# Fire, emergency officials called to ice rescue near Atwood Lodge



## smokingbarrel (Sep 28, 2014)

This just put out http://www.timesreporter.com/news/2...-to-ice-rescue-near-atwood-lodge?rssfeed=true I hope whoever it was will be OK. See you all on the ice safety gear in tow. Be careful and be safe everyone.


----------



## exide9922 (Aug 9, 2010)

smokingbarrel said:


> This just put out http://www.timesreporter.com/news/2...-to-ice-rescue-near-atwood-lodge?rssfeed=true I hope whoever it was will be OK. See you all on the ice safety gear in tow. Be careful and be safe everyone.
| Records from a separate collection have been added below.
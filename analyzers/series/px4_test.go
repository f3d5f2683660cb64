package series

import (
	"bytes"
	"context"
	"math"
	"testing"

	"github.com/stretchr/testify/assert"
	"github.com/stretchr/testify/require"

	"dextral/analyzers/series/ulog/ulogtest"
	"dextral/core/convention"
	"dextral/rules"
)

// ulogFlight is a log of a turn about the vertical, one degree every 10 ms, with the
// quaternion negated from the given row on.
func ulogFlight(system string, rows, negated int) *ulogtest.Log {
	l := ulogtest.New(system).
		Format("vehicle_attitude:uint64_t timestamp;uint64_t timestamp_sample;float[4] q;uint8_t reset;").
		Format("manual_control_setpoint:uint64_t timestamp;float roll;float pitch;float yaw;").
		Subscribe(0, "vehicle_attitude").Subscribe(1, "vehicle_attitude").Subscribe(2, "manual_control_setpoint")
	for i := range rows {
		half := float64(i) * math.Pi / 360
		w, z := float32(math.Cos(half)), float32(math.Sin(half))
		if i+1 >= negated {
			w, z = -w, -z
		}
		l.Data(0, uint64(i*10000), uint64(0), [4]float32{w, 0, 0, z}, uint8(0))
		l.Data(2, uint64(i*10000), [3]float32{0.1, 0.9, 0})
	}
	return l
}

func TestULog(t *testing.T) {
	r, err := Read(context.Background(), "tern.ulg", ulogFlight("PX4", 100, 60), Options{})
	require.NoError(t, err)
	require.Len(t, r.Channels, 1)
	s := r.Channels[0]
	assert.Equal(t, "vehicle_attitude.q", s.Value.Key)
	assert.Equal(t, convention.ScalarFirst, s.Value.Claims.Scalar())
	claim, ok := s.Value.Claims.On(convention.OfDirection)
	require.True(t, ok)
	assert.Equal(t, convention.Direction{To: "NED", From: "FRD"}, claim.Says)
	assert.Equal(t, rules.Format, claim.Source)
	assert.True(t, s.Float32)
	assert.Equal(t, int64(100), r.Rows)
	assert.Equal(t, int64(1), s.Continuity.JumpCount)
	assert.InDelta(t, 0.99, s.Clock.Span*1e-6, 1e-12)
	findings := rules.CheckSeries(s)
	require.Len(t, findings, 1)
	assert.Equal(t, "sign-jump", findings[0].Rule)
	assert.Equal(t, int64(60), findings[0].Place.Row)
}

// Without the name of the system nothing is known but names.
func TestULogOfAnother(t *testing.T) {
	r, err := Read(context.Background(), "tern.ulg", ulogFlight("", 100, 1000), Options{})
	require.NoError(t, err)
	require.Len(t, r.Channels, 1)
	claim, ok := r.Channels[0].Value.Claims.On(convention.OfDirection)
	assert.False(t, ok, claim)
	assert.Empty(t, rules.CheckSeries(r.Channels[0]))
}

// The same log, cut off: the part that is there is judged, and where it ends is named.
func TestULogCut(t *testing.T) {
	whole := ulogFlight("PX4", 100, 60).Bytes()
	r, err := Read(context.Background(), "tern.ulg", bytes.NewReader(whole[:len(whole)-5]), Options{})
	require.NoError(t, err)
	assert.Equal(t, int64(100), r.Rows)
	require.Equal(t, int64(1), r.BadRows)
	assert.Contains(t, r.FirstBad[0].Reason, "the file ends in the middle of a message")
}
wow that guy is extremely lucky. 2 inches of ice. He would of died had someone not called for help. hardwater forum is pretty quiet on this post here. I know everyone has their strong opinions on what is "safe" ice, being prepared, ice picks, spud bars etc... it's just not a good idea to be out on ice that thin no matter what you have. I want to ice fish as much as the next guy but it needs to be thicker than that. glad the guy is OK.


----------



## Kenlow1 (Jul 14, 2012)

A-men brother, like I said in a post yesterday, need more than a couple nights of single digits to make more than at least 4 inches of ice. I love to ice fish as much as the next guy but not worth dying over a few fish. Hope he is alright.


----------



## MassillonBuckeye (May 3, 2010)

Annnnnnd the Darwin Award goes tooooooooooooo??? Ms Colombia!

Or anyone trying to fish shady ice. Like, wait a couple weeks why don't ya? We need to stop defending these poor decisions. Any other topic and all these dudes will rip your logic left and right with no remorse. Not when it comes to thin ice though! THAT'S THEIR RIGHT TO BE *SMART ABOUT IT!
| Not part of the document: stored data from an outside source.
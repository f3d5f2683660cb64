package rules

import (
	"fmt"
	"math"

	"dextral/core/angle"
	"dextral/core/convention"
	"dextral/core/kinematics"
)

// checkAngles judges a series of angles by what its numbers reach.
func checkAngles(s *Series) []*Finding {
	var found []*Finding
	unit, ok := s.Value.Claims.On(convention.OfUnit)
	if !ok || len(s.Ranges) != 3 {
		return nil
	}
	if f := unitByRange(s, unit); f != nil {
		return add(found, f)
	}
	return add(found, lockPassage(s, unit))
}

// reach is the greatest size of a number, and where.
func (r *Range) reach() kinematics.Extreme {
	if math.Abs(r.Min.Value) > r.Max.Value {
		return kinematics.Extreme{Value: math.Abs(r.Min.Value), Place: r.Min.Place}
	}
	return r.Max
}

// pitchOf is the index of the angle called pitch, or -1.
func pitchOf(v *Value) int {
	for i, role := range v.Roles {
		if role == angle.RolePitch {
			return i
		}
	}
	return -1
}

// slack is 1 % for angles that overshoot their range by rounding or calibration.
const slack = 1.01

// unitByRange reports angles that by their ranges are in another unit than stated.
//
// Pitch is the middle angle, which no writer lets beyond a right angle: stated in radians, and
// beyond that, but within 90, while no angle exceeds 360 and one exceeds a full turn, they are
// degrees. Stated in degrees, and one angle wraps at pi, again and again, while all
// stay below two pi, they are radians.
func unitByRange(s *Series, unit Claim) *Finding {
	pitch := pitchOf(&s.Value)
	most := s.Ranges[0].reach()
	for i := range s.Ranges[1:] {
		if r := s.Ranges[i+1].reach(); r.Value > most.Value {
			most = r
		}
	}
	switch {
	case unit.Says == convention.Radian && pitch >= 0:
		p := s.Ranges[pitch].reach()
		if p.Value <= math.Pi/2*slack || p.Value > 90*slack || most.Value <= 2*math.Pi*slack || most.Value > 360*slack {
			return nil
		}
		f := finding(AngleUnitWrong, &s.Value, unit, "%s are stated in radians, but reach %s, and pitch %s: within 360 and 90 they are degrees; read as radians pitch is off by many turns",
			s.Value.name(), digits(most.Value), digits(p.Value))
		f.Evidence = []Evidence{
			{What: "greatest pitch, " + s.row(p.Place), Stated: Plain(math.Pi / 2), Computed: Plain(p.Value)},
			{What: "greatest angle, " + s.row(most.Place), Stated: Plain(2 * math.Pi), Computed: Plain(most.Value)},
		}
		f.Remedy = "correct the unit in the header, or write radians"
		return f
	case unit.Says == convention.Degree:
		w := s.Wraps
		if w.Count < 2 || most.Value > 2*math.Pi*slack {
			return nil
		}
		f := finding(AngleUnitWrong, &s.Value, unit, "%s are stated in degrees, but wrap %d times by 2 pi, first at row %d, and nowhere exceed %s: they are radians",
			s.Value.name(), w.Count, w.First.Row, digits(most.Value))
		f.Evidence = []Evidence{
			{What: "greatest angle, " + s.row(most.Place), Stated: Plain(180), Computed: Plain(most.Value)},
			{What: "first step by 2 pi, " + s.row(w.First), Computed: Plain(2 * math.Pi)},
		}
		f.Remedy = "correct the unit in the header, or write degrees"
		return f
	}
	return nil
}

// lockBand is how near a right angle pitch is worth a warning: there, the other two angles take
// up more than ten times an error of the orientation (1/cos 85 deg = 11.5).
const lockBand = 5 * math.Pi / 180

// lockPassage reports the row where pitch comes nearest to a right angle.
func lockPassage(s *Series, unit Claim) *Finding {
	u, ok := unit.Says.(convention.Unit)
	pitch := pitchOf(&s.Value)
	if !ok || pitch < 0 {
		return nil
	}
	p := s.Ranges[pitch].reach()
	off := math.Abs(p.Value*u.InRadians() - math.Pi/2)
	if p.Value*u.InRadians() > math.Pi/2*slack || off > lockBand { // beyond, pitch is no middle angle or not wrapped
		return nil
	}
	times := "without bound"
	if off > 1e-6 {
		times = fmt.Sprintf("%s times", digits(1/math.Sin(off)))
	}
	f := hazard(GimbalLock, s, p.Place, "pitch of %s comes within %s of a right angle at row %d, where the other two angles take up an error of the orientation %s",
		s.Value.name(), degrees(off), p.Row, times)
	f.Evidence = []Evidence{{What: "pitch nearest to a right angle, " + s.row(p.Place), Stated: Degrees(math.Pi / 2), Computed: Degrees(p.Value * u.InRadians()), Residual: Degrees(off)}}
	f.Remedy = "log a quaternion beside the angles, and do not difference or filter roll and yaw there"
	return f
}
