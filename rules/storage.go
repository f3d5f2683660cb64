package rules

import (
	"strings"

	"dextral/core/convention"
	"dextral/core/matrix"
	"dextral/core/rotor"
)

// storedByRows judges a flat 4x4 rigid transform that is said to be stored
// column by column. Its last row, 0 0 0 1, tells the order by itself: filled the
// wrong way it stands in the last column, the translation stands in the last
// row, and the rotation comes out transposed, which no check of the 3x3 can see.
//
// The opposite case is left alone: numbers that are said to be stored row by row
// and have the translation last are how matrices for row vectors are written.
// Where the translation is zero the numbers cannot tell, and nothing is said.
func storedByRows(v *Value) *Finding {
	claim, ok := v.Claims.On(convention.OfStorage)
	if !ok || claim.Says != convention.ColumnMajor || v.Rows != 4 || v.Cols != 4 || len(v.Numbers) != 16 {
		return nil
	}
	var row, column [4]float64 // the last of each, as stated
	var texts []string
	for i := range 4 {
		row[i], column[i] = v.Numbers[v.entry(3, i)].Value, v.Numbers[v.entry(i, 3)].Value
		texts = append(texts, v.Numbers[v.entry(3, i)].Text)
	}
	last := [4]float64{0, 0, 0, 1}
	if row == last || column != last {
		return nil
	}
	f := finding(StorageTransposed, v, claim, "%s is stated to be stored column by column, but its last row is 0 0 0 1 only if it is stored row by row", v.name())
	f.Evidence = []Evidence{{What: "last row as stated", Stated: Words("0 0 0 1"), Computed: Words(strings.Join(texts, " "))}}
	f.Remedy = "state the other storage order, or write the numbers the other way"
	if m, ok := v.rotationPart(); ok {
		if near, _, ok := matrix.Nearest(m); ok {
			off := rotor.Angle(near.Rotor(), near.Transpose().Rotor())
			f.Message += "; read as stated its translation is lost and its rotation reversed, which is off by " + degrees(off)
			f.Evidence = append(f.Evidence, Evidence{What: "rotation as stated, against the one stored", Stated: Degrees(0), Computed: Degrees(off), Residual: Degrees(off)})
		}
	}
	return f
}
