package rules

import (
	"fmt"
	"math"
	"strconv"

	"dextral/core/angle"
	"dextral/core/convention"
	"dextral/core/rotor"
)

// largeAngle judges three angles of a fixed orientation that are stated in radians:
// more than a full turn, in steps of five. Nobody mounts anything at 90 radians;
// somebody wrote degrees. An angle that a program has let run on is not a multiple of
// five, and degrees may run on as they like.
func largeAngle(v *Value) *Finding {
	claim, stated := v.Claims.On(convention.OfUnit)
	if !stated || v.Claims.Unit() != convention.Radian || v.Form != convention.Angles || len(v.Numbers) != 3 {
		return nil
	}
	worst := 0
	for i, n := range v.Numbers {
		if math.Abs(n.Value) > math.Abs(v.Numbers[worst].Value) {
			worst = i
		}
		if math.Mod(n.Value, 5) != 0 {
			return nil
		}
	}
	x := v.Numbers[worst]
	if math.Abs(x.Value) <= 2*math.Pi || math.Abs(x.Value) > 360 {
		return nil
	}
	wrapped, meant := angle.Wrap(x.Value), x.Value*math.Pi/180
	f := finding(AngleBeyondTurn, v, claim, "%s states an angle of %s radians, which is %s full turns and leaves %s; as degrees it is the round number that the others are too",
		v.name(), x.Text, significant(math.Abs(x.Value)/(2*math.Pi)), degrees(wrapped))
	f.Level = Warning // the numbers can be meant
	f.Evidence = []Evidence{{What: ordinal(worst) + " angle, wrapped", Stated: Degrees(meant), Computed: Degrees(wrapped), Residual: Degrees(angle.Wrap(wrapped - meant))}}
	f.Remedy = "if degrees are meant, convert them: " + x.Text + " deg is " + strconv.FormatFloat(meant, 'f', 7, 64) + " rad"
	return f
}

// outOfRange judges angles whose range somebody states. Without such a statement angles
// may run on as they like.
func outOfRange(v *Value) *Finding {
	claim, claimed := v.Claims.On(convention.OfRange)
	unit, limits := v.Claims.Unit(), v.Claims.Range()
	if !claimed || unit == convention.UnitUnstated || v.Form != convention.Angles {
		return nil
	}
	worst, beyond := -1, v.precision().Angle(unit)
	for i, n := range v.Numbers {
		x := n.Value * unit.InRadians()
		if by := math.Max(limits.Low-x, x-limits.High); by > beyond {
			worst, beyond = i, by
		}
	}
	if worst < 0 {
		return nil
	}
	x := v.Numbers[worst].Value * unit.InRadians()
	f := finding(AngleOutOfRange, v, claim, "%s states angles from %s, but the %s one is %s, which is %s outside; clamped to the range it turns by that much less",
		v.name(), limits, ordinal(worst), degrees(x), degrees(beyond))
	f.Evidence = []Evidence{{What: ordinal(worst) + " angle, at the end of the range", Stated: Degrees(math.Min(math.Max(x, limits.Low), limits.High)), Computed: Degrees(x), Residual: Degrees(math.Max(x-limits.High, limits.Low-x))}}
	f.Remedy = "correct the angle, or the range that is stated"
	if turned := x - 2*math.Pi*math.Ceil((x-limits.High)/(2*math.Pi)); x > limits.High && turned >= limits.Low {
		f.Remedy = "within the range the same turn is " + degrees(turned)
	} else if turned := x + 2*math.Pi*math.Ceil((limits.Low-x)/(2*math.Pi)); x < limits.Low && turned <= limits.High {
		f.Remedy = "within the range the same turn is " + degrees(turned)
	}
	return f
}

// locked notes three angles at gimbal lock: only the sum or the difference of the
// outer two is determined, so that whoever computes angles from the rotation gets
// others. It speaks only where both outer angles say something.
func locked(v *Value) *Finding {
	if v.Form != convention.Angles || len(v.Numbers) != 3 || v.Claims.Unit() == convention.UnitUnstated {
		return nil
	}
	label := v.statement().Claim.Label
	if label == nil {
		return nil
	}
	u := v.Claims.Unit().InRadians()
	var n [3]float64
	for i, x := range v.Numbers {
		n[i] = x.Value * u
	}
	middle := -1
	for _, r := range label.Readings {
		if middle >= 0 && r.Order[1] != middle {
			return nil // which one is in the middle is open
		}
		middle = r.Order[1]
		if r.Seq.Proper() || math.Abs(math.Abs(angle.Wrap(n[middle]))-math.Pi/2) > v.precision().Angle(v.Claims.Unit()) {
			return nil
		}
	}
	a, b := (middle+1)%3, (middle+2)%3
	if middle < 0 || n[a] == 0 || n[b] == 0 {
		return nil
	}
	seq := label.Readings[0]
	same := seq.Numbers(seq.Rotor(n)) // what the rotation gives back
	return &Finding{
		Rule: GimbalLocked, Level: Note, Place: v.Place, Key: v.Key,
		Message: fmt.Sprintf("%s is at gimbal lock: its %s angle is %s, where the two others turn about one axis, so that only %s is determined",
			v.name(), ordinal(middle), degrees(n[middle]), kept(label.Readings, n, min(a, b), max(a, b))),
		Evidence: []Evidence{{What: "angles that the rotation gives back", Stated: Words(triple(n)), Computed: Words(triple(same.Numbers()))}},
		Remedy:   "state the orientation as a quaternion or a matrix, or set one of the two others to zero",
	}
}

// kept says what of the numbers a and b is determined at gimbal lock: the sum, if
// moving both by opposite amounts changes no rotation, else the difference. Readings
// about moving and about fixed axes may part here.
func kept(readings []angle.Reading, n [3]float64, a, b int) string {
	sums := 0
	for _, r := range readings {
		moved := n
		moved[a]++
		moved[b]--
		if rotor.Angle(r.Rotor(n), r.Rotor(moved)) < 1 { // 2 where the difference is kept
			sums++
		}
	}
	switch sums {
	case len(readings):
		return "their sum, " + degrees(angle.Wrap(n[a]+n[b])) + ","
	case 0:
		return "their difference, " + degrees(angle.Wrap(n[a]-n[b])) + ","
	}
	return "their sum or difference"
}

func triple(n [3]float64) string { return degrees(n[0]) + ", " + degrees(n[1]) + ", " + degrees(n[2]) }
Unbelievable that anyone would think that ice formed over the last day or two would be even remotely safe.


----------



## jmshar (Jul 9, 2011)

exide9922 said:


> wow that guy is extremely lucky. 2 inches of ice. He would of died had someone not called for help. hardwater forum is pretty quiet on this post here. I know everyone has their strong opinions on what is "safe" ice, being prepared, ice picks, spud bars etc... it's just not a good idea to be out on ice that thin no matter what you have. I want to ice fish as much as the next
> guy but it needs to be thicker than that. glad the guy is OK.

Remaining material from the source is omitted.